Evaluate $\lim\limits_{x \to +\infty}\left[\sqrt[4]{x^4+x^3+x^2+x+1}-\sqrt[3]{x^3+x^2+x+1}\cdot \frac{\ln(x+e^x)}{x}\right].$

Question

Problem

Evaluate $$\lim_{x \to +\infty}\left[\sqrt[4]{x^4+x^3+x^2+x+1}-\sqrt[3]{x^3+x^2+x+1}\cdot \frac{\ln(x+e^x)}{x}\right].$$

Solution

Substitute $x$ for $\dfrac{1}{t}$，namely，$x=\dfrac{1}{t}$. Then \begin{align*} &\lim_{x \to +\infty}\left[\sqrt[4]{x^4+x^3+x^2+x+1}-\sqrt[3]{x^3+x^2+x+1}\cdot \frac{\ln(x+e^x)}{x}\right]\\ =&\lim_{t \to 0+}\left[\frac{\sqrt[4]{1+t+t^2+t^3+t^4}}{t}-\frac{\sqrt[3]{1+t+t^2+t^3}}{t}\cdot t\ln \left(\frac{1}{t}+e^{\frac{1}{t}}\right)\right]. \end{align*} On one hand,according to Taylor's formula, we may have $$\sqrt[4]{1+t+t^2+t^3+t^4}=1+\frac{1}{4}t+o(t);$$ $$\sqrt[3]{1+t+t^2+t^3}=1+\frac{1}{3}t+o(t).$$ On the other hand,notice $$\lim_{t \to 0+} t\ln \left(\frac{1}{t}+e^{\frac{1}{t}}\right)=1,$$ then we may denote $$t\ln \left(\frac{1}{t}+e^{\frac{1}{t}}\right)=1+\alpha(t),$$ where $\alpha(t) \to 0(t \to 0+)$. Futher, we have $$\lim_{t \to 0+}\frac{\alpha(t)}{t}=\lim_{t \to 0+}\left[\ln \left(\frac{1}{t}+e^{\frac{1}{t}}\right)-\frac{1}{t}\right]=0,$$ thus, we may denote $$t\ln \left(\frac{1}{t}+e^{\frac{1}{t}}\right)=1+\alpha(t)=1+o(t).$$ Therefore \begin{align*} &\lim_{t \to 0+}\left[\frac{\sqrt[4]{1+t+t^2+t^3+t^4}}{t}-\frac{\sqrt[3]{1+t+t^2+t^3}}{t}\cdot t\ln \left(\frac{1}{t}+e^{\frac{1}{t}}\right)\right]\\ =&\lim_{t \to 0+}\left[\frac{1+\frac{1}{4}t+o(t)}{t}-\frac{1+\frac{1}{3}t+o(t)}{t}\cdot (1+o(t))\right]\\ =&\lim_{t \to 0+}\left[-\frac{1}{12}+\frac{o(t)}{t}+\frac{o(t)}{3}+\frac{o(t^2)}{t}\right]\\ =&-\frac{1}{12}. \end{align*}

Please correct me if I am wrong. Hope to see other solutions.

Answer 1

Your approach is fine. But you don't need to deal with higher order terms, just handling till $o(t) $ is sufficient.

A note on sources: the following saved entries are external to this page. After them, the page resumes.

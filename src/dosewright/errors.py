"""Everything that can go wrong for a user, in one tree.

::

    DosewrightError            exit code 1
    ├── InputError             exit code 2   a file, a key or an argument is wrong
    ├── NotConverged           exit code 1   an equilibrium without a passing certificate
    └── NoDesign               exit code 1   no train meets the limits
"""

from __future__ import annotations

import re
from collections.abc import Sequence
from dataclasses import dataclass


class DosewrightError(Exception):
    """Base of every error this package raises on purpose."""

    exit_code = 1


@dataclass(frozen=True)
class Fault:
    """One thing wrong with an input: where (a key), what, and what to do about it."""

    where: str
    what: str
    remedy: str


class InputError(DosewrightError):
    """An input is wrong; every fault found is listed, one line each.

    Control characters quoted from the input are shown escaped, so that a line stays a line.
    """

    exit_code = 2

    def __init__(self, source: str, faults: Sequence[Fault]) -> None:
        self.source = source
        self.faults = tuple(faults)
        super().__init__(
            "\n".join(
                _one_line(
                    f"{source}: {fault.where + ': ' if fault.where else ''}"
                    f"{fault.what}; {fault.remedy}"
                )
                for fault in self.faults
            )
        )


_CONTROL = re.compile(r"[\x00-\x1f\x7f-\x9f\u2028\u2029]")


def _one_line(text: str) -> str:
    return _CONTROL.sub(lambda match: repr(match.group())[1:-1], text)


class NotConverged(DosewrightError):
    """An equilibrium did not reach its certificate; no answer is given rather than a wrong one."""


class NoDesign(DosewrightError):
    """No train that meets every limit was found; ``nearest`` is the closest one tried, if any."""

    def __init__(self, message: str, nearest: object | None = None) -> None:
        self.nearest = nearest
        super().__init__(message)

Here is another solution. If the expression under limit is $a-bc$ then we can write it as $a-b+b(1-c)$. As you show $a-b\to-1/12$ and further $$1-c=-\frac{\log(1+xe^{-x})}{x}$$ and $b/x\to 1$ so that limit of $b(1-c) $ is same as that of $x(1-c)$ and clearly it is $0$. Thus the answer is $-1/12$.

The limit of $a-b$ can be handled by using your substitution $x=1/t$ and then adding subtracting $1/t$ to get $(a-1/t)-(b-1/t)$. Using the standard limit $$\lim_{z\to k} \frac{z^n-k^n} {z-k} =nk^{n-1}$$ we can see that $a-1/t\to 1/4$ and $b-1/t\to 1/3$.